Here comes the important part: 

(4) THE MAN PLACES THE MEAT ON THE GRILL. 

More routine.... 
(5) The woman goes inside to organize the plates and cutlery. 
(6) The woman comes out to tell the man that the meat is burning. He thanks her and asks if she will bring another beer while he deals with the situation. 

Important again: 

(7) THE MAN TAKES THE MEAT OFF THE GRILL AND HANDS IT TO THE WOMAN. 

More routine.... 
(8) The woman prepares the plates, salad, bread, utensils, napkins, sauces, and brings them to the table. 
(9) After eating, the woman clears the table and does the dishes. 

And most important of all: 
(10) Everyone PRAISES the MAN and THANKS HIM for his cooking efforts. 
(11) The man asks the woman how she enjoyed "her night off." And, upon seeing her annoyed reaction, concludes that there's just no pleasing some women.... 
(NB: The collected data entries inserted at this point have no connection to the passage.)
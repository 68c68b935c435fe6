import { createHmac, timingSafeEqual } from 'node:crypto';
import type { Request } from 'express';
import { Forbidden } from './problems.ts';

export const csrfHeader = 'x-csrf-token';

/** The token belongs to one session: it cannot be fetched by one person and used in the browser of another. */
export function csrfToken(key: Buffer, sessionId: string): string {
  return createHmac('sha256', key).update(sessionId).digest('base64url');
}

/**
 * Refuses a change that a page of another origin started. Browsers say where a request comes from in Sec-Fetch-Site;
 * older ones and other clients send Origin. Neither means refused.
 */
export function assertSameOrigin(req: Request, publicOrigin: string): void {
  const site = req.headers['sec-fetch-site'];
  const ours = site === undefined ? req.headers.origin === publicOrigin : site === 'same-origin';
  if (!ours) throw new Forbidden('This did not come from a page of this installation.');
}

const expectedTokens = new WeakMap<Buffer, Map<string, Buffer>>();
const mostRemembered = 5000;

/** Worked out once a session: the same words give the same token each time. */
function expectedToken(key: Buffer, sessionId: string): Buffer {
  let known = expectedTokens.get(key);
  if (!known) expectedTokens.set(key, (known = new Map()));
  let token = known.get(sessionId);
  if (!token) {
    if (known.size >= mostRemembered) known.clear();
    known.set(sessionId, (token = Buffer.from(csrfToken(key, sessionId))));
  }
  return token;
}

export function assertCsrfToken(req: Request, key: Buffer, sessionId: string): void {
  const given = Buffer.from(req.get(csrfHeader) ?? '');
  const expected = expectedToken(key, sessionId);
  if (given.length !== expected.length || !timingSafeEqual(given, expected)) {
    throw new Forbidden('This page is out of date. Reload it and try again.');
  }
}
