import { describe, expect, it } from 'vitest';
import { isUndetermined } from '../result.ts';
import mmc from '../testing/reference/gdt-mmc-bonus.json' with { type: 'json' };
import positions from '../testing/reference/gdt-true-position.json' with { type: 'json' };
import { bonusTolerance, virtualCondition } from './bonus.ts';
import type { BonusInput, MaterialModifier } from './bonus.ts';
import { judgeGeometric } from './geometric.ts';
import type { GeometricInput } from './geometric.ts';
import { comparePosition, positionBeyond, positionDiameter } from './position.ts';
import type { PositionDiameter } from './position.ts';

const MODIFIERS: Record<string, MaterialModifier> = { M: 'MMC', L: 'LMC', S: 'RFS' };
const plain = (value: number) => value.toFixed(6).replace(/0+$/, '').replace(/\.$/, '');

describe('position as a diameter', () => {
  it.each(
    positions.inputs.rows.map((row, index) => ({
      ...row,
      expected: positions.expected.position_diameter[index] ?? NaN,
    })),
  )('dx $dx, dy $dy: $expected', ({ dx, dy, expected }) => {
    const found = positionDiameter(String(dx), String(dy)) as PositionDiameter;
    expect(Math.abs(found.value - expected)).toBeLessThanOrEqual(1e-9 * Math.abs(expected) + 1e-12);
    expect(Math.abs(Number(found.text) - expected)).toBeLessThan(1e-4);
  });

  it('shows three decimals beyond the deviations, and no more where the root ends', () => {
    expect(positionDiameter('0.1', '0.1')).toMatchObject({
      text: '0.2828',
      exact: false,
      squared: { digits: 8n, scale: 2 },
    });
    expect(positionDiameter('0.03', '-0.04')).toMatchObject({ text: '0.10', exact: true });
    expect(positionDiameter('0.5', '0')).toMatchObject({ text: '1.0', exact: true });
    expect(positionDiameter('0.001', '0.001')).toMatchObject({ text: '0.002828' });
    expect(positionDiameter('0', '0')).toMatchObject({ text: '0', exact: true, value: 0 });
    expect(positionDiameter('1', '1')).toMatchObject({ text: '2.828' });
    expect(positionDiameter('2', '3')).toMatchObject({ text: '7.211' });
    expect(positionDiameter('1', '3')).toMatchObject({ text: '6.325' });
  });

  it('takes a third deviation as a spherical zone', () => {
    expect(positionDiameter('1', '2', '2')).toMatchObject({
      text: '6',
      exact: true,
      method: 'spherical zone, 2·√(dx² + dy² + dz²)',
    });
    expect(positionDiameter('1', '2')).toMatchObject({ method: 'cylindrical zone, 2·√(dx² + dy²)' });
    expect(positionDiameter('1', 'x')).toMatchObject({ code: 'not-a-number' });
    expect(positionDiameter('1', '2', '')).toMatchObject({ code: 'empty' });
  });

  it('is compared by squares: the limit itself conforms, the next digit does not', () => {
    const found = positionDiameter('0.12', '-0.05') as PositionDiameter;
    expect(comparePosition(found, { digits: 26n, scale: 2 })).toBe(0);
    expect(comparePosition(found, { digits: 259999999999999999999n, scale: 21 })).toBe(1);
    expect(comparePosition(found, { digits: 260000000000000000001n, scale: 21 })).toBe(-1);
    expect(comparePosition(found, { digits: -26n, scale: 2 })).toBe(1);
    expect(positionBeyond(found, { digits: 25n, scale: 2 })).toBe('0.01');
    expect(positionBeyond(found, { digits: 26n, scale: 2 })).toBeNull();
    const irrational = positionDiameter('0.1', '0.1') as PositionDiameter;
    expect(positionBeyond(irrational, { digits: 28284271n, scale: 8 })).toBe('0.00000000248');
    expect(positionBeyond(irrational, { digits: 28n, scale: 2 })).toBe('0.00285');
    expect(positionBeyond(irrational, { digits: 28284272n, scale: 8 })).toBeNull();
  });
});

describe('bonus tolerance', () => {
  it.each(mmc.inputs.rows.map((row, index) => ({ ...row, ...mmc.expected.rows[index]! })))(
    '$kind at $modifier, size $actual, dx $dx, dy $dy',
    (row) => {
      const low = Math.min(row.mmc, row.lmc);
      const high = Math.max(row.mmc, row.lmc);
      const judged = judgeGeometric({
        reading: { dx: plain(row.dx), dy: plain(row.dy) },
        tolerance: plain(row.stated_tol),
        modifier: MODIFIERS[row.modifier]!,
        feature: row.kind === 'hole' ? 'hole' : 'shaft',
        sizeLimits: { lower: plain(low), upper: plain(high) },
        actualSize: plain(row.actual),
      });
      if (isUndetermined(judged)) throw new Error(judged.reason);
      expect(Number(judged.bonus)).toBe(row.bonus);
      expect(Number(judged.allowed)).toBe(row.total_tol);
      expect(Math.abs(Number(judged.value) - row.position)).toBeLessThan(1e-4);
      expect(judged.size === 'in-tolerance').toBe(row.size_ok);
      expect(judged.geometry === 'in-tolerance').toBe(row.position_ok);
      expect(judged.verdict === 'in-tolerance').toBe(row.accept);
      expect(judged.virtualCondition === null ? null : Number(judged.virtualCondition)).toBe(
        row.virtual_condition,
      );
    },
  );

  const hole: BonusInput = {
    modifier: 'MMC',
    feature: 'hole',
    sizeLimits: { lower: '10.0', upper: '10.3' },
    actualSize: '10.15',
  };

  it('is the departure from the material limit of the piece itself', () => {
    expect(bonusTolerance(hole)).toMatchObject({ bonusText: '0.15', size: 'in-tolerance' });
    expect(bonusTolerance({ ...hole, feature: 'shaft', actualSize: '10.1' })).toMatchObject({
      bonusText: '0.2',
    });
    expect(bonusTolerance({ ...hole, modifier: 'LMC', actualSize: '10.1' })).toMatchObject({
      bonusText: '0.2',
    });
    expect(bonusTolerance({ ...hole, modifier: 'LMC', feature: 'shaft', actualSize: '10.1' })).toMatchObject({
      bonusText: '0.1',
    });
    expect(bonusTolerance({ ...hole, modifier: 'RFS' })).toMatchObject({
      bonusText: '0',
      size: 'in-tolerance',
    });
  });

  it('is never negative and never more than the size tolerance, and the size then fails', () => {
    expect(bonusTolerance({ ...hole, actualSize: '9.99' })).toMatchObject({
      bonusText: '0',
      size: 'out-of-tolerance',
    });
    expect(bonusTolerance({ ...hole, actualSize: '10.4' })).toMatchObject({
      bonusText: '0.3',
      size: 'out-of-tolerance',
    });
    expect(bonusTolerance({ ...hole, actualSize: '10.3' })).toMatchObject({
      bonusText: '0.3',
      size: 'in-tolerance',
    });
    expect(bonusTolerance({ ...hole, actualSize: '10' })).toMatchObject({
      bonusText: '0.0',
      size: 'in-tolerance',
    });
  });

  it('cannot be told without the size or its limits', () => {
    expect(bonusTolerance({ ...hole, actualSize: null })).toMatchObject({ code: 'size-missing' });
    expect(bonusTolerance({ ...hole, actualSize: '10,1' })).toMatchObject({ code: 'size-unreadable' });
    expect(bonusTolerance({ ...hole, sizeLimits: null })).toMatchObject({ code: 'size-limits-missing' });
    expect(bonusTolerance({ ...hole, sizeLimits: { lower: '10', upper: null } })).toMatchObject({
      code: 'size-limits-missing',
    });
    expect(bonusTolerance({ ...hole, sizeLimits: { lower: '11', upper: '10' } })).toMatchObject({
      code: 'limits-crossed',
    });
    expect(bonusTolerance({ ...hole, modifier: 'RFS', actualSize: null })).toMatchObject({
      bonusText: '0',
      size: 'not-measured',
    });
    expect(bonusTolerance({ ...hole, modifier: 'RFS', sizeLimits: null })).toMatchObject({
      size: 'not-measured',
    });
  });

  it('leaves a virtual size that the piece may not violate', () => {
    const of = (modifier: MaterialModifier, feature: 'hole' | 'shaft', tolerance = '0.10') =>
      virtualCondition({ modifier, feature, tolerance, sizeLimits: { lower: '10.0', upper: '10.3' } });
    expect(of('MMC', 'hole')).toEqual({ kind: 'maximum-material', size: '9.90' });
    expect(of('MMC', 'shaft')).toEqual({ kind: 'maximum-material', size: '10.40' });
    expect(of('LMC', 'hole')).toEqual({ kind: 'least-material', size: '10.40' });
    expect(of('LMC', 'shaft')).toEqual({ kind: 'least-material', size: '9.90' });
    expect(of('RFS', 'hole')).toBeNull();
    expect(of('MMC', 'hole', 'Ø0.1')).toMatchObject({ code: 'not-a-number' });
    expect(
      virtualCondition({ modifier: 'MMC', feature: 'hole', tolerance: '0.1', sizeLimits: null }),
    ).toMatchObject({ code: 'size-limits-missing' });
  });
});

describe('a geometric row of one piece', () => {
  const row: GeometricInput = {
    reading: '0.25',
    tolerance: '0.1',
    modifier: 'MMC',
    feature: 'hole',
    sizeLimits: { lower: '10', upper: '10.3' },
    actualSize: '10.15',
  };

  it('conforms at the allowed tolerance and fails beyond it', () => {
    expect(judgeGeometric(row)).toMatchObject({
      verdict: 'in-tolerance',
      allowed: '0.25',
      bonus: '0.15',
      virtualCondition: '9.9',
      leastMaterialVirtualSize: null,
    });
    expect(judgeGeometric({ ...row, reading: '0.2501' })).toMatchObject({
      verdict: 'out-of-tolerance',
      deviationBeyond: '0.0001',
    });
    expect(judgeGeometric({ ...row, modifier: 'LMC' })).toMatchObject({
      virtualCondition: null,
      leastMaterialVirtualSize: '10.4',
    });
  });

  it('conforms with no deviation where no tolerance is left, and states how far coordinates are beyond', () => {
    const exact = { reading: { dx: '0', dy: '0' }, tolerance: '0' };
    expect(judgeGeometric(exact)).toMatchObject({ verdict: 'in-tolerance' });
    expect(judgeGeometric({ reading: { dx: '0.03', dy: '0.04' }, tolerance: '0.08' })).toMatchObject({
      verdict: 'out-of-tolerance',
      deviationBeyond: '0.02',
    });
  });

  it('is undecided without the size and never fails or passes by guess', () => {
    for (const reading of ['0.05', '0.2', '9'])
      expect(judgeGeometric({ ...row, reading, actualSize: null })).toMatchObject({
        verdict: 'undecided',
        code: 'size-missing',
        bonus: null,
        allowed: null,
        value: reading,
        geometry: 'undecided',
      });
  });

  it('fails with the size, whatever the geometry', () => {
    expect(judgeGeometric({ ...row, reading: '0', actualSize: '10.31' })).toMatchObject({
      verdict: 'out-of-tolerance',
      code: 'size-out',
      geometry: 'in-tolerance',
      size: 'out-of-tolerance',
    });
    expect(judgeGeometric({ ...row, modifier: 'RFS', reading: '0', actualSize: '9.99' })).toMatchObject({
      verdict: 'out-of-tolerance',
      code: 'size-out',
    });
  });

  it('needs no size regardless of feature size, nor for form', () => {
    expect(judgeGeometric({ reading: '0.1', tolerance: '0.1' })).toMatchObject({
      verdict: 'in-tolerance',
      bonus: '0',
      allowed: '0.1',
      size: 'not-measured',
      virtualCondition: null,
      leastMaterialVirtualSize: null,
    });
    expect(judgeGeometric({ reading: '0.11', tolerance: '0.1' })).toMatchObject({
      verdict: 'out-of-tolerance',
      deviationBeyond: '0.01',
    });
  });

  it('does not measure what is missing or cannot be', () => {
    expect(judgeGeometric({ ...row, reading: null })).toMatchObject({
      verdict: 'not-measured',
      code: 'missing',
      value: null,
      allowed: '0.25',
    });
    expect(judgeGeometric({ ...row, reading: 'OK' })).toMatchObject({
      verdict: 'not-measured',
      code: 'not-a-number',
    });
    expect(judgeGeometric({ ...row, reading: '-0.01' })).toMatchObject({
      verdict: 'not-measured',
      code: 'negative-geometry',
    });
    expect(judgeGeometric({ ...row, reading: { dx: '0.1', dy: '?' } })).toMatchObject({
      verdict: 'not-measured',
      geometry: 'not-measured',
    });
    expect(judgeGeometric({ ...row, tolerance: 'x' })).toMatchObject({ code: 'not-a-number' });
    expect(judgeGeometric({ ...row, tolerance: '-0.1' })).toMatchObject({ code: 'tolerance-negative' });
  });
});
--------------------------------------------------------------------------------


----------



## triple b (May 17, 2007)

Very funny!
Don't let any women see this posting!


----------



## squeezy (May 17, 2007)

Aint it the truth? .... more truth there than fiction 
	

	
	
		
		



		
		
	


	





Can't wait to see DeejayDebi's comments on this one ...


----------



## tonto1117 (May 17, 2007)




----------



## shellbellc (May 17, 2007)

These "rules" do not apply in my household...In fact there's only one rule at my house, keep mama happy.  You see mama was in the Marine Corps and is considered a very high expert in rifle.  Mama can kill a gnat at 1000 yards (cleaned that one up), so you can run, but you'll just die tired...papa knows how to get to the store and pick out vege's, prepare them, get meat going and serve and clean up!!!  
	

	
	
		
		



		
		
	


	





   All that being said, we share the work...Now Jr, he's been learnin since he was 8 how to cook.  Now he's learning Q.  His wife to be won't need to waste time training him!


----------



## kaptn35 (May 17, 2007)

That is Classic!

I might have to post that one up at work in my cubicle!


----------



## t-bone tim (May 18, 2007)

ROFLMAO...was wanting to see tonto's reply 8)


----------



## tonto1117 (May 18, 2007)

Let's just say I thought that was a better approach after I bit a few holes in my tounge!!!


----------